Within the UATR-GTransformer, the Mel Patchify Block serves as the front-end, transforming the Mel spectrogram into a sequence of overlap-aware embeddings. These embeddings become input tokens for the GTransformer block, where a Transformer Encoder models patchwise mutual information to generate Mel-graph embeddings. Subsequently, a Graph Neural Network (GNN) captures local patch neighborhood structure, followed by a feed-forward network for feature transformation. This layered approach enables the model to combine convolutional inductive biases with global self-attention and graph-based relational learning, tailored to the unique non-Euclidean, non-stationary characteristics of underwater acoustic data (Feng et al., 12 Dec 2025).

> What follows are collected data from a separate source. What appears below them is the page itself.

function listKept() {
  const ul = $("gauges");
  ul.replaceChildren();
  for (const g of state.kept) {
    const li = document.createElement("li");
    li.textContent = `${g.name} (${g.kind === "line" ? "line" : "area"}) `;
    const b = document.createElement("button");
    b.type = "button"; b.textContent = "delete";
    b.addEventListener("click", () => { state.kept = state.kept.filter((q) => q !== g); listKept(); });
    const s = document.createElement("button");
    s.type = "button"; s.textContent = "show";
    s.addEventListener("click", () => { state.gauge = g; state.point = null; drawHistory(); });
    const r = document.createElement("button");
    r.type = "button"; r.textContent = "rename";
    r.addEventListener("click", () => rename(g));
    li.append(s, r, b);
    ul.appendChild(li);
  }
  setShapes("kept", state.kept.map((g) => ({kind: g.kind, pts: g.points})));
  $("exportcsv").disabled = $("exporttoml").disabled = state.kept.length === 0;
}

function rename(g) {
  const name = (window.prompt(`New name for ${g.name}:`, g.name) || "").trim();
  if (!name || name === g.name) return;
  if (!/^[^,"\[\n]+$/.test(name)) { say("A name without commas, quotes or brackets, please.", true); return; }
  if (state.kept.some((q) => q.name === name)) { say(`A kept gauge is already called ${name}.`, true); return; }
  // the history's columns carry the name: rename them too
  const cols = {}, units = {};
  for (const [c, v] of Object.entries(g.columns)) cols[name + c.slice(g.name.length)] = v;
  for (const [c, v] of Object.entries(g.units)) units[name + c.slice(g.name.length)] = v;
  Object.assign(g, {name, columns: cols, units});
  listKept();
  if (state.gauge === g) drawHistory();
}

function keep() {
  const g = state.gauge;
  if (!g) return;
  if (state.kept.some((q) => q.name === g.name)) { say(`A kept gauge is already called ${g.name}; give this one another name and draw it again.`, true); return; }
  state.kept.push(g);
  state.shapes = (state.shapes || []).filter((s) => s.cls !== "draft");
  listKept();
  const m = /^(.*?)(\d+)$/.exec(g.name);
  $("gname").value = m ? m[1] + (Number(m[2]) + 1) : g.name + "2";
  $("keep").disabled = true;
}

function download(name, text, type) {
  const a = document.createElement("a");
  a.href = URL.createObjectURL(new Blob([text], {type}));
  a.download = name;
  document.body.appendChild(a); a.click(); a.remove();
}

async function exportKept(what) {
  try {
    const d = await api("/api/export", {}, {gauges: state.kept.map((g) => ({kind: g.kind, points: g.points, name: g.name})),
                                           component: $("component").value, measure: $("measure").value,
                                           window: Number($("window").value)});
    state.exported = d;
    if (what === "csv") download("gauges.csv", d.csv, "text/csv");
    else download("gauges.toml", d.toml, "text/plain");
    say(`Saved ${state.kept.length} gauge(s).`);
  } catch (err) { say(err.message, true); }
}

async function showQuality() {
  const box = $("qualitybox");
  box.hidden = !box.hidden;
  if (box.hidden) return;
  try {
    const q = await api("/api/quality");
    const xs = [...Array(q.measured.length).keys()];
    chart($("qchart1"), xs, [{name: "median", ys: q.zncc_median}, {name: "lowest", ys: q.zncc_min}], "frame", "ZNCC of measured points");
    chart($("qchart2"), xs, [{name: "measured", ys: q.measured}], "frame", `points measured (of ${q.points})`);
    $("qnote").textContent = (q.updates.length ? `New reference image at frames ${q.updates.join(", ")}.` : "One reference image for every frame.")
      + (q.min_zncc !== null && q.min_zncc !== undefined ? ` Points below ZNCC ${q.min_zncc} are left blank.` : "");
  } catch (err) { say(err.message, true); }
}

function startResults(info) {
  for (const c of info.components) $("component").add(new Option(c, c));
  for (const m of info.measures) $("measure").add(new Option(m, m));
  $("measure").value = info.measure;
  $("window").value = info.window;
  $("frame").max = info.frames - 1;
  state.k = info.frames - 1;  // open on the last frame: the most deformed state
  $("frame").value = state.k;
  if (info.has_time) $("against").add(new Option("time", "time"));
  if (info.has_force) $("against").add(new Option("force", "force"));
  $("frame").addEventListener("input", () => { state.k = Number($("frame").value); showFrame(); });
  for (const id of ["component", "measure", "window", "under", "mlo", "mhi"])
    $(id).addEventListener("change", () => { if (id !== "under") { state.point = null; state.gauge = null; } showFrame(); });
  $("limits").addEventListener("change", () => { $("manual").hidden = $("limits").value !== "manual"; showFrame(); });
  $("opacity").addEventListener("input", () => { $("overlay").style.opacity = $("opacity").value / 100; });
  $("overlay").style.opacity = $("opacity").value / 100;
  $("against").addEventListener("change", drawHistory);
  $("picture").addEventListener("mousemove", hoverResults);
  $("picture").addEventListener("click", clickResults);
  $("picture").addEventListener("dblclick", endPolygon);
  $("keep").addEventListener("click", keep);
  $("exportcsv").addEventListener("click", () => exportKept("csv"));
  $("exporttoml").addEventListener("click", () => exportKept("toml"));
  $("quality").addEventListener("click", showQuality);
  document.querySelectorAll('input[name="tool"]').forEach((r) => r.addEventListener("change", () => { state.pending = []; setShapes("draft", []); }));
  showFrame();
}

// ---- set-up page ----
function stool() { return document.querySelector('input[name="stool"]:checked').value; }

function drawSetup() {
  clearMarks("roi"); clearMarks("hole"); clearMarks("scale"); clearMarks("draft");
  const r = state.roi;
  if (r.outer) shapeMark("poly", r.outer.kind === "rectangle" ? rectCorners(...r.outer.points) : r.outer.points, "roi");
  for (const h of r.holes) shapeMark("poly", h.kind === "rectangle" ? rectCorners(...h.points) : h.points, "hole");
  if (state.scale) shapeMark("scale", [state.scale.slice(0, 2), state.scale.slice(2)], "scale");
  if (state.pending.length > 1) shapeMark("poly", state.pending, "draft");
  if (state.drag && state.drag.now) shapeMark("poly", rectCorners(state.drag.from, state.drag.now), "draft");
  const n = state.roi.holes.length;
  $("scaletext").textContent = state.scale ? scaleText() : "No scale line yet.";
  say(r.outer ? `Region drawn${n ? ` with ${n} hole(s)` : ""}.` : "Draw the region of interest.");
}

function scaleText() {
  const s = state.scale, L = Math.hypot(s[2] - s[0], s[3] - s[1]), mm = Number($("lengthmm").value);
  return `Line of ${L.toFixed(1)} px` + (mm > 0 ? ` = ${(mm / L).toPrecision(4)} mm per px.` : ".");
}

function setupDown(e) {
  const t = stool();
  if (t === "rect" || t === "hole") { state.drag = {from: imagePoint(e), now: null}; e.preventDefault(); }
}

function setupMove(e) {
  const [x, y] = imagePoint(e);
  $("hover").textContent = `x ${x.toFixed(1)}, y ${y.toFixed(1)} px`;
  if (state.drag) { state.drag.now = [x, y]; drawSetup(); }
}

function setupUp(e) {
  if (!state.drag) return;
  const a = state.drag.from, b = imagePoint(e);
  state.drag = null;
  if (Math.abs(a[0] - b[0]) < 2 || Math.abs(a[1] - b[1]) < 2) { drawSetup(); return; }
  const shape = {kind: "rectangle", points: [a, b]};
  if (stool() === "rect") state.roi = {outer: shape, holes: []};
  else if (state.roi.outer) state.roi.holes.push(shape);
  else say("Draw the region before its holes.", true);
  drawSetup();
}

function setupClick(e) {
  const t = stool(), p = imagePoint(e);
  if (t === "scale") {
    state.pending.push(p);
    if (state.pending.length === 2) { state.scale = [...state.pending[0], ...state.pending[1]]; state.pending = []; }
    drawSetup();
    if (state.pending.length === 1) shapeMark("dot", [p], "draft");
  } else if (t === "poly" || t === "holepoly") {
    state.pending.push(p);
    drawSetup();
  }
}

function setupDouble() {
  const t = stool();
  if ((t !== "poly" && t !== "holepoly") || state.pending.length < 3) return;
  const same = (a, b) => Math.hypot(a[0] - b[0], a[1] - b[1]) < 2;
  const pts = state.pending.filter((q, i, all) => i === 0 || !same(q, all[i - 1]));
  state.pending = [];
  const shape = {kind: "polygon", points: pts};
  if (t === "poly") state.roi = {outer: shape, holes: []};
  else if (state.roi.outer) state.roi.holes.push(shape);
  drawSetup();
}

function settings() {
  return {subset: Number($("subset").value), step: Number($("step").value),
          window: Number($("swindow").value), measure: $("smeasure").value};
}

async function checkPattern() {
  if (!state.roi.outer) { say("Draw the region first.", true); return; }
  say("Checking the pattern…");
  try {
    const d = await api("/api/check", {}, {roi: state.roi, subset: Number($("subset").value)});
    $("checkout").textContent = d.summary;
    $("checkout").dataset.verdict = d.verdict;
    say(`Pattern: ${d.verdict}.`);
  } catch (err) { say(err.message, true); }
}

async function adviseSettings() {
  if (!state.roi.outer) { say("Draw the region first.", true); return; }
  say("Trying settings on this image (this takes a while)…");
  try {
    const mm = Number($("lengthmm").value), s = state.scale;
    const scale = s && mm > 0 ? mm / Math.hypot(s[2] - s[0], s[3] - s[1]) : null;
    const d = await api("/api/advise", {}, {roi: state.roi, target: Number($("target").value), scale});
    $("checkout").textContent = d.summary;
    if (d.chosen) { $("subset").value = d.chosen.subset; $("step").value = d.chosen.step; $("swindow").value = d.chosen.window; }
    say(d.met ? "Suggested settings filled in." : "No setting meets the target; the closest is filled in.");
  } catch (err) { say(err.message, true); }
}

async function saveAnalysis() {
  if (!state.roi.outer) { say("Draw the region first.", true); return; }
  let overwrite = false;
  if (state.info.exists) {
    if (!window.confirm(`${state.info.out} exists. Replace it (its other settings are kept)?`)) return;
    overwrite = true;
  }
  try {
    const d = await api("/api/save", {}, {roi: state.roi, settings: settings(), overwrite,
                                          scale_line: state.scale, length_mm: state.scale ? Number($("lengthmm").value) : null});
    $("saved").textContent = d.text;
    state.info.exists = true;
    say(`Saved ${d.written}.`);
  } catch (err) { say(err.message, true); }
}

function startSetup(info) {
  $("subset").value = info.subset; $("step").value = info.step;
  $("swindow").value = info.window; $("smeasure").value = info.measure;
  $("outname").textContent = info.out;
  if (info.scale.line && info.scale.length_mm) { state.scale = info.scale.line; $("lengthmm").value = info.scale.length_mm; }
  if (info.roi.rectangle) { const r = info.roi.rectangle; state.roi.outer = {kind: "rectangle", points: [[r[0], r[1]], [r[2], r[3]]]}; }
  else if (info.roi.polygon) state.roi.outer = {kind: "polygon", points: info.roi.polygon};
  $("photo").src = `/api/image?k=0&t=${TOKEN}`;
  const pic = $("picture");
  pic.addEventListener("mousedown", setupDown);
  pic.addEventListener("mousemove", setupMove);
  pic.addEventListener("mouseup", setupUp);
  pic.addEventListener("click", setupClick);
  pic.addEventListener("dblclick", setupDouble);
  $("clearroi").addEventListener("click", () => { state.roi = {outer: null, holes: []}; state.pending = []; drawSetup(); });
  $("lengthmm").addEventListener("input", drawSetup);
  $("check").addEventListener("click", checkPattern);
  $("advise").addEventListener("click", adviseSettings);
  $("save").addEventListener("click", saveAnalysis);
  document.querySelectorAll('input[name="stool"]').forEach((r) => r.addEventListener("change", () => { state.pending = []; drawSetup(); }));
  drawSetup();
}

async function start() {
  try {
    const info = await api("/api/info");
    state.info = info;
    document.body.classList.add(info.mode);
    $("title").textContent = info.mode === "results" ? `Results: ${info.name}` : `Set-up: ${info.name}`;
    document.title = `dic view – ${info.name}`;
    layout();
    window.addEventListener("resize", layout);
    $("photo").addEventListener("load", () => { $("photo").dataset.loaded = "1"; });
    if (info.mode === "results") startResults(info); else startSetup(info);
  } catch (err) { say(err.message, true); }
}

6. Advantages in Feature Extraction and Recognition Tasks

The Mel Patchify Block enables several advantages for challenging acoustic tasks:

  • Improved spectral feature continuity: Overlapping, learned patchification preserves the integrity of spectro-temporal features, reducing the risk of fragmentation across patch boundaries.
  • Reduced computational burden: Downsampling compresses the long time–frequency input into a compact token grid, maintaining adequate context while ensuring tractability for self-attention mechanisms.
  • Enhanced inductive bias: Convolutional filters inject prior knowledge about local time–frequency structure, which stabilizes training and improves generalization, especially for non-stationary or non-Gaussian signal classes.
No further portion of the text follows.